Here’s me: College girl, focused on school but enjoys to party, loves to have fun but loves to settle down even more, hopeless romantic, Netflix obsessed and forever hoping that my life ends up like a beautiful love story. Enter college guy: beer, sex, more beer and has no time for girls that are super into relationships (me). The absolute worst thing in the world is finding the hottest guy, having things in common with him, realizing that this relationship could really really work and then he hits you with the “I’m not looking for a relationship right now”. I can’t tell you how many adults constantly ask me why I don’t have a boyfriend. “Anyone lucky enough yet?” They ask. “Have you found him?” They question.
The fact here is, I am a hardworking college student. I do want a boyfriend, and I always come across really cute guys but that doesn’t necessarily mean they are worth my time. This is 2016. People need to know that I don’t need a man to be happy or to be successful. I’m me and I’m happy! Yes, a boyfriend would be ideal, but boys genuinely go to college to sleep around with anyone that is willing. I am a born-to-be-in-a-relationship kind of girl, I am a failure in the casual dating world (because believe me, I’ve tried). I don’t want to have any part of waiting around for a boy to text me back or text me first. I don’t want to stop myself from going out with a group of friends and worrying what my SO* is going to think of me because I’m not by his side, or if my crop top is showing too much skin. There is no common ground here. Boys that are perfect and don’t want a relationship simply want nothing to do with you when you’ve been casually seeing each other for a couple of months and it’s time for him to meet the family. Then there are the boys that you are in a relationship with and they don’t let you breathe without making sure that your breaths are actually in the same tune at the same time. Are you kidding me?!

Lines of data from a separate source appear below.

/* The load of the time to come: its mean, a lasting change, bouts, bursts. Seconds of one sample.
 */
#include "core/load.h"

#include <math.h>
#include <setjmp.h>
#include <stdarg.h>
#include <stddef.h>
#include <stdint.h>
#include <stdio.h>

#include <cmocka.h>

#include "seeded.h"

static const double TYPED_S = 20.0;

typedef double power_at(int t_s);

static void run(struct load *load, power_at *power_W, int from_s, int to_s, double sd_W) {
    for (int t_s = from_s; t_s < to_s; t_s++)
        load_add(load, power_W(t_s), sd_W, power_W(t_s), 1.0);
}

static double steady(int t_s) {
    (void)t_s;
    return 3.0;
}

/* The logger of the demo: 45 s of each 300 s. */
static double logger(int t_s) {
    return t_s % 300 < 45 ? 5.2 : 2.4;
}

static double doubled(int t_s) {
    return (t_s < 7200 ? 1.0 : 2.0) * logger(t_s);
}

/* A quarter of an hour at 6 W, then as long at 2 W. */
static double bouts(int t_s) {
    return t_s % 1800 < 900 ? 6.0 : 2.0;
}

static double spike(int t_s) {
    return t_s % 100 < 2 ? 30.0 : 2.0;
}

static void what_was_typed_gives_way(void **unused) {
    struct load load;

    (void)unused;
    load_init(&load, 2.0, TYPED_S, 2.0);
    assert_true(fabs(load_mean_W(&load) - 2.0) < 1e-9);
    run(&load, steady, 0, 600, 0.1);
    assert_true(fabs(load_mean_W(&load) - 3.0) < 0.1);
    run(&load, steady, 600, 7200, 0.1);
    assert_true(fabs(load_mean_W(&load) - 3.0) < 0.01);
}

static void a_lasting_change_is_followed(void **unused) {
    struct load load;

    (void)unused;
    load_init(&load, 3.0, TYPED_S, 3.0);
    run(&load, doubled, 0, 7200, 0.3);
    assert_true(fabs(load_mean_W(&load) - 2.82) < 0.03);
    run(&load, doubled, 7200, 7200 + 1200, 0.3);
    assert_true(fabs(load_mean_W(&load) - 5.64) < 0.28);
}

/* The first bout may look like a change; after some of them they are how this load is. */
static void bouts_are_part_of_the_mean(void **unused) {
    struct load load;

    (void)unused;
    load_init(&load, 4.0, TYPED_S, 4.0);
    run(&load, bouts, 0, 3 * 3600, 0.3);
    for (int t_s = 3 * 3600; t_s < 6 * 3600; t_s += 300) {
        run(&load, bouts, t_s, t_s + 300, 0.3);
        assert_true(fabs(load_mean_W(&load) - 4.0) < 1.0);
    }
    assert_true(load_sd_W(&load, 900.0) > 1.5);       /* the next bout is anybody's guess */
    assert_true(load_sd_W(&load, 12 * 3600.0) < 0.8); /* the mean of many is not */
}

static void a_burst_is_what_holds_for_three_samples(void **unused) {
    struct load load;

    (void)unused;
    load_init(&load, 2.0, TYPED_S, 2.0);
    run(&load, spike, 0, 3600, 0.1);
    assert_true(load_burst_W(&load) < 1.0);
    load_init(&load, 3.0, TYPED_S, 3.0);
    run(&load, logger, 0, 3600, 0.1);
    assert_true(load_burst_W(&load) > 1.8 && load_burst_W(&load) < 2.9);
    run(&load, steady, 3600, 3600 + 6 * 3600, 0.1);
    assert_true(load_burst_W(&load) < 0.2);
}

/* The charge is off, so all drawn power is: a burst is not. */
static void a_burst_is_reckoned_from_its_own_mean(void **unused) {
    struct load load;

    (void)unused;
    load_init(&load, 3.0, TYPED_S, 3.0);
    for (int t_s = 0; t_s < 3600; t_s++)
        load_add(&load, logger(t_s), 0.1, logger(t_s) + 4.0, 1.0);
    assert_true(load_burst_W(&load) > 1.8 && load_burst_W(&load) < 4.5);
    assert_true(fabs(load_mean_W(&load) - 2.82) < 0.05);
}

static void a_long_gap_is_one_block(void **unused) {
    struct load load;

    (void)unused;
    load_init(&load, 3.0, TYPED_S, 3.0);
    run(&load, steady, 0, 3600, 0.1);
    load_add(&load, 3.2, 0.1, 3.2, 36000.0);
    assert_true(load_mean_W(&load) > 3.0 && load_mean_W(&load) <= 3.2);
    assert_true(isfinite(load_sd_W(&load, 1.0)) && load.weight_s <= 4.0 * 3600.0);
}

static void property_figures_stay_figures(void **unused) {
    gsl_rng *random __attribute__((cleanup(seeded_free_p))) = seeded_new("load");

    (void)unused;
    for (int trial = 0; trial < 200; trial++) {
        struct load load;

        load_init(&load, gsl_rng_uniform(random) < 0.2 ? 0.0 : 3.0, 1.0, 3.0);
        for (int i = 0; i < 500; i++) {
            double power_W =
                gsl_rng_uniform(random) < 0.3 ? 0.0 : 40 * gsl_rng_uniform(random) - 10;
            double sd_W = pow(10.0, 12.0 * gsl_rng_uniform(random) - 6.0);

            load_add(&load, power_W, sd_W, power_W, pow(10.0, 6.0 * gsl_rng_uniform(random) - 2.0));
            assert_true(fabs(load_mean_W(&load)) <= 40.0);
            assert_true(load_sd_W(&load, 1.0) >= 0.0 && load_sd_W(&load, 1e6) < 100.0);
            assert_true(load_burst_W(&load) >= 0.0 && load_burst_W(&load) <= 60.0);
        }
    }
}

int main(void) {
    static const struct CMUnitTest tests[] = {
        cmocka_unit_test(what_was_typed_gives_way),
        cmocka_unit_test(a_lasting_change_is_followed),
        cmocka_unit_test(bouts_are_part_of_the_mean),
        cmocka_unit_test(a_burst_is_what_holds_for_three_samples),
        cmocka_unit_test(a_burst_is_reckoned_from_its_own_mean),
        cmocka_unit_test(a_long_gap_is_one_block),
        cmocka_unit_test(property_figures_stay_figures),
    };

    return cmocka_run_group_tests(tests, NULL, NULL);
}
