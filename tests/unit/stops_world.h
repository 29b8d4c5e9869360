/* A world drawn at random for test_stops: a pack with its load and adapter, behind a poor gauge. */
#pragma once

#include "decode/celltable.h"
#include "fen.h"

#include <setjmp.h>
#include <stdarg.h>
#include <stddef.h>
#include <stdint.h>
#include <stdio.h>
#include <stdlib.h>
#include <time.h>

#include <cmocka.h>

enum { RUNS = 400, SAMPLES = 6000, TABLES = 7, LATE_SAMPLES = 12 };

static const double SETTLE_S = 900.0;
static const double FALSE_MARGIN = 0.20, MISSED_MARGIN = 0.06;

enum adapter { ADAPTER_NONE, ADAPTER_CHARGES, ADAPTER_CARRIES, ADAPTER_LOSES };

/* What one run is drawn to be. */
struct scene {
    size_t table;
    double charge, capacity_Ah, temp_C, idle_W, burst_W, burst_s, pause_s;
    double step_V, noise_V, gain, resistance, typical, period_s, current_gain;
    double gap_chance, gap_s, junk_chance, adapter_on_s, adapter_off_s;
    int series, bits;
    bool current;
    enum adapter adapter;
};

struct world {
    struct scene scene;
    struct watch_config config;
    struct watch watch;
    struct report report;
    struct cell truth; /* resistances as they really are */
    struct cell_state state;
    uint64_t random;
    double terminal_V, current_A;
    double phase_s;   /* until the burst begins or ends */
    double adapter_s; /* until the adapter comes or goes */
    double gap_s;     /* until the gauge speaks again */
    bool burst, plugged;
    int64_t t_us;
    /* what is judged */
    int floor_samples;
    int64_t floor_since_us, due_since_us;
    bool floor_event;
    enum stage stage;
    uint64_t judged, covered;
};

/* ---- drawing --------------------------------------------------------------------------------- */

static inline double range(uint64_t *r, double low, double high) {
    return low + (high - low) * fen_uniform(r);
}

static double spread(uint64_t *r, double low, double high) {
    return low * pow(high / low, fen_uniform(r));
}

static bool chance(uint64_t *r, double share) {
    return fen_uniform(r) < share;
}

static struct cell_table table_of(size_t i) {
    static const char *const shipped[] = {"generic-li-ion", "nca-18650",  "nmc-18650",
                                          "nmc811-21700",   "lipo-pouch", "lfp"};
    struct cell_table table = fen_table();
    char path[64], message[256] = "";

    if (i == 0)
        return table;
    snprintf(path, sizeof path, "conf/cells/%s.ini", shipped[i - 1]);
    if (celltable_load(path, &table, message, sizeof message) != 0)
        fail_msg("%s", message);
    return table;
}

static void draw_load(struct scene *s, uint64_t *r) {
    double full_W = 3.7 * s->series * s->capacity_Ah; /* 1C */

    s->idle_W = full_W * spread(r, 1.0 / 20.0, 1.0 / 5.0);
    s->burst_W = fmax(full_W * spread(r, 1.0 / 10.0, 1.0 / 2.0), s->idle_W);
    s->burst_s = spread(r, 0.005, 120.0);
    s->pause_s = fmax(s->burst_s / range(r, 0.03, 0.6), 0.5);
}

static void draw_gauge(struct scene *s, uint64_t *r) {
    s->bits = 10 + (int)(7.0 * fen_uniform(r));
    s->step_V = 5.0 * s->series / (double)(1 << s->bits);
    s->noise_V = range(r, 0.0, 0.005) * s->series;
    s->gain = range(r, 0.995, 1.005);
    s->period_s = spread(r, 0.2, 60.0);
    s->current = chance(r, 0.4);
    s->current_gain = range(r, 0.995, 1.005);
    s->gap_chance = chance(r, 0.3) ? spread(r, 2e-4, 4e-3) : 0.0;
    s->gap_s = spread(r, 2.0, 600.0);
    s->junk_chance = chance(r, 0.3) ? spread(r, 1e-3, 5e-2) : 0.0;
}

static struct scene draw(uint64_t *r) {
    struct scene s = {.table = fen_random(r) % TABLES};
    double reach;

    s.series = 1 + (int)(fen_random(r) % 3);
    s.capacity_Ah = spread(r, 1.0, 20.0);
    s.temp_C = range(r, -15.0, 35.0);
    s.resistance = range(r, 0.7, 1.3);
    s.typical = range(r, 0.5, 1.5);
    draw_load(&s, r);
    draw_gauge(&s, r);
    s.adapter = chance(r, 0.3) ? (enum adapter)(fen_random(r) % 4) : ADAPTER_NONE;
    s.adapter_on_s = spread(r, 1.0, 300.0);
    s.adapter_off_s = spread(r, 1.0, 300.0);
    reach = SAMPLES * s.period_s / 3600.0 * 0.1; /* charge that goes within the run, roughly */
    s.charge = range(r, 0.15, 1.0);
    if (chance(r, 0.7))
        s.charge = fmin(s.charge, 0.15 + reach * fen_uniform(r));
    return s;
}

static double mean_W(const struct scene *s) {
    double share = s->burst_s / (s->burst_s + s->pause_s);

    return s->idle_W + share * (s->burst_W - s->idle_W);
}

static void build(struct world *w) {
    struct cell_table table = table_of(w->scene.table);
    struct watch_config *c = &w->config;
    double empty_V = ocv_voltage(&table.ocv, 0.05);
    int series = w->scene.series;

    *c = fen_config();
    c->silent_s = fmax(30.0, 5.0 * w->scene.period_s);
    c->pack[0].cutoff_rest_V = series * empty_V;
    c->pack[0].floor_V = series * (table.damage_V + 0.4 * (empty_V - table.damage_V));
    c->pack[0].typical_W = mean_W(&w->scene) * w->scene.typical;
    assert_int_equal(cell_init(&c->pack[0].cell, &table, series, w->scene.capacity_Ah), 0);
    w->truth = c->pack[0].cell;
    w->truth.ohm_factor *= w->scene.resistance;
    w->state = (struct cell_state){w->scene.charge, 0.0, 0.0};
    w->phase_s = w->scene.pause_s;
    w->adapter_s = w->scene.adapter_off_s;
    w->floor_since_us = w->due_since_us = -1;
    assert_int_equal(watch_init(&w->watch, c, 0), 0);
}

/* ---- the pack and its gauge ------------------------------------------------------------------ */

static double load_W(const struct world *w) {
    double unit_W = w->burst ? w->scene.burst_W : w->scene.idle_W;

    if (!w->plugged)
        return unit_W;
    switch (w->scene.adapter) {
    case ADAPTER_CHARGES:
        return w->state.charge < 0.98 ? -w->scene.burst_W : 0.0;
    case ADAPTER_CARRIES:
        return 0.0;
    default:
        return 0.4 * unit_W;
    }
}

static void run_pack(struct world *w, double dt_s) {
    struct cell_point point;

    cell_at(&w->truth, w->state.charge, w->scene.temp_C, &point);
    if (cell_solve_power(cell_source_V(&point, &w->state), point.r0_ohm, load_W(w), &w->terminal_V,
                         &w->current_A) != 0) {
        w->terminal_V = 0.5 * cell_source_V(&point, &w->state);
        w->current_A = w->terminal_V / point.r0_ohm;
    }
    cell_step(&w->truth, &w->state, &point, w->current_A, dt_s);
}

static double exponential(uint64_t *r, double mean) {
    return -mean * log(1.0 - fen_uniform(r));
}

/* Time goes on by dt_s, in steps between which the load does not change. */
static void pass(struct world *w, double dt_s) {
    const struct scene *s = &w->scene;

    while (dt_s > 0.0) {
        double step_s = fmin(fmin(dt_s, w->phase_s), 5.0);

        if (s->adapter != ADAPTER_NONE)
            step_s = fmin(step_s, w->adapter_s);
        run_pack(w, step_s);
        dt_s -= step_s;
        if ((w->phase_s -= step_s) <= 0.0) {
            w->burst = !w->burst;
            w->phase_s = exponential(&w->random, w->burst ? s->burst_s : s->pause_s) + 1e-4;
        }
        if ((w->adapter_s -= step_s) <= 0.0) {
            w->plugged = !w->plugged && s->adapter != ADAPTER_NONE;
            w->adapter_s =
                exponential(&w->random, w->plugged ? s->adapter_on_s : s->adapter_off_s) + 1e-3;
        }
    }
}

static double converted(struct world *w, double voltage_V) {
    double told_V = voltage_V * w->scene.gain + w->scene.noise_V * fen_normal(&w->random);

    return w->scene.step_V * round(told_V / w->scene.step_V);
}

static struct sample read_gauge(struct world *w, bool *ret_junk) {
    struct sample s = fen_silence(w->t_us);
    double told_A = w->current_A * w->scene.current_gain;

    *ret_junk = w->watch.pack[0].known && chance(&w->random, w->scene.junk_chance);
    s.pack[0].voltage_V = converted(w, w->terminal_V);
    s.pack[0].temp_C = w->scene.temp_C;
    if (w->scene.current)
        s.pack[0].current_A = told_A + 0.001 * w->scene.capacity_Ah * fen_normal(&w->random);
    if (w->scene.adapter != ADAPTER_NONE)
        s.adapter = w->plugged ? 1.0 : 0.0;
    if (*ret_junk)
        s.pack[0].voltage_V = range(&w->random, 0.0, 6.0) * w->scene.series;
    return s;
}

So to my family, and family friends, when you ask me where my boyfriend is at the next event, I’m going to direct you back to this article. Yes, I want a boyfriend, yes I have tried, but I don’t think it’s the right time for anyone. Timing is everything and I don’t want an immature boy who cares about beer and parties every day of the week or a boy that cares if my outfit is too revealing. It’s my time to have fun now too and I’m doing just that. I’m picky, I’m stubborn and I love myself too much to settle for anything less than who I am. When the time comes- because it will, we might just be your relationship goals. Until then, it’s just fun, fun, and more fun for me (and the occasional wallow and a failed casual date every once in a while).